Direct port systems use specially designed injectors, Fogger nozzles, to add the nitrous and supplemental fuel to each individual intake runner. These systems can flow huge amounts of nitrous and fuel while distributing it evenly to every cylinder. Multiple stage direct port systems have produced much more than 500 extra horsepower on some pro racing engines. All Direct Port systems feature changeable nitrous and fuel jets for horsepower adjustments and system tuning. Direct port systems are used in both street and racing applications on virtually every kind of engine. Some nitrous systems for fuel injection are a variation of Direct Port technology.

Although this may seem like a very basic factor, failure to thoroughly understand what is happening in your engine is the number one reason your system installations may not be successful. Always start conservative. Follow the recommended jet combinations and start with the lowest level if you have an adjustable system. It only takes a few moments to change the jets so don't take unnecessary risks by starting at the highest level.

Be realistic about how much power your engine will handle. Don't get carried away here. Only you know exactly which components are in your engine. If you are unsure about those components, you can call our tech line and one of our highly experienced tech personnel can help you to decide what is safe for your particular combination. If you don't know what's inside your engine, then you are most safe by assuming that the components are factory stock and choose the correct system for that application.

The power comes from fuel. The additional power is set by the amount of additional fuel your system supplies while the nitrous system is in operation. If the fuel isn't there, the power won't be either and no amount of nitrous or anything else can bring it back.

There are two controls typically available to manipulate the amount of fuel available during system use; the fuel jet size and the fuel pressure. The correct fuel pressure is read while the system is flowing fuel. Some fuel pressure regulators give false readings because the pressure reading will creep up when the system is not activated. When this happens, the actual flowing fuel pressure will be much lower than expected and can cause problems.
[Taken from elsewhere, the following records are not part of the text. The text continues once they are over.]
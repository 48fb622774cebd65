package heat

import (
	"cmp"
	"fmt"
	"slices"

	"keelfall/column"
)

// Event is one thing that happens to the column. Verb says which; the fields that
// the verb does not use are zero. Times are seconds of model time.
//
//	intrude      at From: a sheet of Rock, Thickness thick at Temperature, below Layer
//	accumulate   From to To: Layer grows at its base at Rate, at Temperature
//	stretch      From to To: Rate replaces the background extension rate
//	erode        From to To: rock leaves at the surface at Rate
//	bury         From to To: Rock settles on the surface at Rate, at Temperature
//	change-base  at From: the base gets Temperature or, with HasHeatFlow, HeatFlow
//	remove       at From: Share of Layer's mass goes, from its base
//
// Rates of rock are m/s of the thickness the rock has where it comes or goes. A
// Temperature of 0 is the one there: of the layer's base for accumulate, of the surface
// for bury; intrude and change-base need one.
type Event struct {
	Verb        string
	Name, Layer string      // of the new rock; the layer acted on or intruded below
	From, To    float64     // s; equal for what happens at once
	Rate        float64     // m/s, or 1/s for stretch (negative thickens)
	Thickness   float64     // m, at Temperature and the pressure there
	Temperature float64     // K
	HeatFlow    float64     // W/m², used where HasHeatFlow
	HasHeatFlow bool        // change-base to a heat flow
	Share       float64     // removed share, above 0 to 1
	Times       int         // intrude: how many sheets in all; 0 and 1 are one
	Every       float64     // s between them
	Rock        column.Rock // of intrude and bury
	Root        bool        // the new rock is part of the root
}

// Names returns the names of the layers that the event makes: of an intrusion that
// repeats, its name with a number ("sheet 1", "sheet 2").
func (e *Event) Names() []string {
	switch {
	case e.Verb == "bury":
		return []string{e.Name}
	case e.Verb != "intrude":
		return nil
	case e.Times <= 1:
		return []string{e.Name}
	}
	names := make([]string, e.Times)
	for i := range names {
		names[i] = fmt.Sprintf("%s %d", e.Name, i+1)
	}
	return names
}

// Marker is a point carried with the rock, at a depth or at a layer's base.
type Marker struct {
	Name, BaseOf string
	Depth        float64 // m, at the start; unused with BaseOf
}

// Clock is a closure-temperature system read at a marker (Dodson 1973).
type Clock struct {
	Name, Marker     string
	ActivationEnergy float64 // J/mol
	Diffusivity      float64 // m²/s
	Radius           float64 // m
	Geometry         string  // sphere, cylinder or sheet
}

// InOrder returns the events by their beginning; those of one time keep their order.
func InOrder(events []Event) []Event {
	out := slices.Clone(events)
	slices.SortStableFunc(out, func(a, b Event) int { return cmp.Compare(a.From, b.From) })
	return out
}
When problems with misfire or detonation are encountered, ALWAYS reduce the size of the nitrous jet first! Remember that the power comes from the fuel, not the nitrous, so trying to cool things down by adding fuel simply adds more power and complicates the problem. Carburetors jetted over-rich run cooler and release less power. Nitrous systems jetted over-rich will possibly just release more power, so if you run into problems, reduce the size of the nitrous jet(s) first.
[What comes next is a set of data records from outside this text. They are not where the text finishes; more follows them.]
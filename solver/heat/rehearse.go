package heat

import (
	"fmt"
	"math"
	"slices"

	"keelfall/column"
)

// What a column may become. The first and the last are chosen, so that the balance of energy
// closes and a run ends; the second is about the depth of the Earth's mantle.
const (
	thinnest = 1.0    // m; over an open base rock of the base comes in
	deepest  = 3000e3 // m
	turnover = 500.0  // of the column at the start: a step may bring or take 1/150 of it
)

// rehearsal is the column with its layers' names and thicknesses alone. Thicknesses here do
// not know heating and reaction: the column itself is watched as it goes.
type rehearsal struct {
	closed  bool // no rock of the base makes up for what goes
	t, rate float64
	order   []column.Layer
	growing map[string]float64 // by layer, m/s
	eroding float64
	renewed float64   // rock that has come and gone, of the depth at the start
	start   float64   // that depth, m
	active  []*moment // beginnings of what lasts now
}

// rehearse goes through all moments, and on to the time until: unknown layers, names that
// are there already, a column that becomes too thin or too deep.
func (ev *Evolution) rehearse(until float64) error {
	r := rehearsal{closed: !ev.open || ev.base.Boundary == column.Inviscid, rate: ev.background, start: ev.depth0,
		order: slices.Clone(ev.column.Layers), growing: map[string]float64{}}
	for k := range ev.moments {
		m := &ev.moments[k]
		if err := r.pass(m.t); err != nil {
			return err
		}
		before := r.depth()
		if err := r.meet(m, ev.background); err != nil {
			return m.event.mistake(m.index, err)
		}
		if err := r.bounds(r.t, before, m); err != nil {
			return err
		}
	}
	return r.pass(until)
}

func (r *rehearsal) at(name string) int {
	return slices.IndexFunc(r.order, func(l column.Layer) bool { return l.Name == name })
}

func (r *rehearsal) depth() float64 {
	var d float64
	for i := range r.order {
		d += r.order[i].Thickness
	}
	return d
}

// pass lets time go by to t. At the extension rate e a layer that grows at g becomes
//
//	d exp(−eΔt) + g Δt (1 − exp(−eΔt))/(eΔt)
//
// thick, and the column loses as much at its surface for the rate of erosion.
func (r *rehearsal) pass(t float64) error {
	dt := t - r.t
	if !(dt > 0) {
		return nil
	}
	before, x := r.depth(), r.rate*dt
	left, grown := math.Exp(-x), dt
	if x != 0 {
		grown = -math.Expm1(-x) / r.rate
	}
	lost := r.eroding * grown
	if !r.closed {
		r.renewed += max(x, 0)
	}
	r.renewed += r.eroding * dt / r.start
	for _, g := range r.growing {
		r.renewed += g * dt / r.start
	}
	for i := range r.order {
		l := &r.order[i]
		l.Thickness = l.Thickness*left + r.growing[l.Name]*grown
	}
	for i := range r.order {
		l := &r.order[i]
		d := min(lost, l.Thickness)
		l.Thickness -= d
		lost -= d
	}
	r.t = t
	return r.bounds(t, before, nil)
}

// bounds refuses a column that has become too thin or too deep at t from the depth
// before, by the event of m, or else by what matters most of what lasts.
func (r *rehearsal) bounds(t, before float64, m *moment) error {
	d := r.depth()
	sign, what := 0.0, ""
	switch {
	case !(d <= deepest):
		sign, what = 1, fmt.Sprintf("by %s the column is deeper than %.4g km; at most that can be followed", inMyr(t), deepest/1e3)
	case r.renewed > turnover:
		what = fmt.Sprintf("by %s rock %.4g times as thick as the column has come or gone; at most %g times can be followed", inMyr(t), r.renewed, turnover)
	case r.closed && d < thinnest:
		sign, what = -1, fmt.Sprintf("by %s the column is thinner than %g m, or gone; at least that is needed over a base that brings no rock", inMyr(t), thinnest)
	default:
		return nil
	}
	if m == nil {
		m = r.culprit(sign, before)
	}
	if sign < 0 && m != nil && m.event.Verb == "erode" {
		what = fmt.Sprintf("by %s the whole column is eroded away", inMyr(t))
	}
	err := fmt.Errorf("%s (%.4g km before)", what, before/1e3)
	if m == nil {
		return &EventError{Index: -1, Err: fmt.Errorf("at the extension rate %g 1/s %w", r.rate, err)}
	}
	return m.event.mistake(m.index, err)
}

// culprit is the beginning of what most adds to a column of that depth (sign 1) or takes from
// it (−1), or is fastest (0); nil is the background extension rate.
func (r *rehearsal) culprit(sign, depth float64) *moment {
	var m *moment
	signed := func(speed float64) float64 {
		if sign == 0 {
			return math.Abs(speed)
		}
		return sign * speed
	}
	most := signed(-r.rate * depth)
	for _, a := range r.active {
		speed := a.event.Rate
		switch a.event.Verb {
		case "erode":
			speed = -speed
		case "stretch":
			speed *= -depth
		}
		speed = signed(speed)
		if speed >= most {
			most, m = speed, a
		}
	}
	return m
}

// meet is what a moment does.
func (r *rehearsal) meet(m *moment, background float64) error {
	e := m.event
	if m.order == ending {
		r.finish(e, background)
		return nil
	}
	if e.Layer != "" && r.at(e.Layer) < 0 {
		return fmt.Errorf("there is no layer %q at %s", e.Layer, inMyr(m.t))
	}
	if e.Layer == "" && (e.Verb == "intrude" || e.Verb == "accumulate" || e.Verb == "remove") {
		return fmt.Errorf("it needs a layer")
	}
	if e.lasts() {
		r.active = append(r.active, m)
	}
	switch e.Verb {
	case "stretch":
		r.rate = e.Rate
	case "erode":
		r.eroding = e.Rate
	case "accumulate":
		r.growing[e.Layer] += e.Rate
	case "bury":
		if r.at(e.Name) >= 0 {
			return fmt.Errorf("there is a layer %q already", e.Name)
		}
		r.order = slices.Insert(r.order, 0, column.Layer{Name: e.Name, Root: e.Root})
		r.growing[e.Name] += e.Rate
	case "intrude":
		if r.at(m.name) >= 0 {
			return fmt.Errorf("there is a layer %q already", m.name)
		}
		i := r.at(e.Layer)
		root := e.Root || r.order[i].Root && i+1 < len(r.order) && r.order[i+1].Root
		r.order = slices.Insert(r.order, i+1, column.Layer{Name: m.name, Root: root, Thickness: e.Thickness})
	case "remove":
		i := r.at(e.Layer)
		r.order[i].Thickness *= 1 - e.Share
		if e.Share == 1 {
			r.order = slices.Delete(r.order, i, i+1)
			delete(r.growing, e.Layer)
		}
	}
	if between := notRoot(r.order); between != "" {
		return fmt.Errorf("%s comes to lie between root layers and is not part of the root", between)
	}
	return nil
}

// finish ends what lasts. A layer that has gone in the meantime has ceased to grow.
func (r *rehearsal) finish(e *Event, background float64) {
	r.active = slices.DeleteFunc(r.active, func(a *moment) bool { return a.event == e })
	switch e.Verb {
	case "stretch":
		r.rate = background
	case "erode":
		r.eroding = 0
	case "accumulate":
		delete(r.growing, e.Layer)
	case "bury":
		delete(r.growing, e.Name)
	}
}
When you check your spark plugs for signs of how your system is operating, check every sparkplug, not just the easiest plug to get to. No two cylinders ever run exactly alike. Nitrous has the unique characteristic of cleaning the spark plugs very well and leave them looking like you just installed them. If there are any signs of detonation such as tiny silver or black specks deposited on the porcelain, reduce the nitrous jet size. If the ground strap of the spark plug exhibits a bluish-rainbow coloring, reduce the nitrous jet size. If the ground electrode shows signs of melting, reduce the nitrous jet size and change to a spark plug with a shorter and thicker electrode.

Over the years there seems to have been a great amount of technical material written about the simple operation of a spark plug and what they can do in relation to the way an engine runs. There are a few basic characteristics about spark plugs that you need to know to make an intelligent choice about the correct spark plug for your application. First, and most important; a spark plug must be of the correct design to operate within the environment of your engine, not the other way around. This means that the spark plug has virtually no influence on how the engine burns fuel or runs in general. The correct spark plug will simply survive the conditions present in your engine. A spark plug must maintain a certain temperature to keep itself clean. The wrong heat range can cause an overheated plug or a fouled plug. The heat range refers to the temperature of the ceramic material surrounding the center electrode.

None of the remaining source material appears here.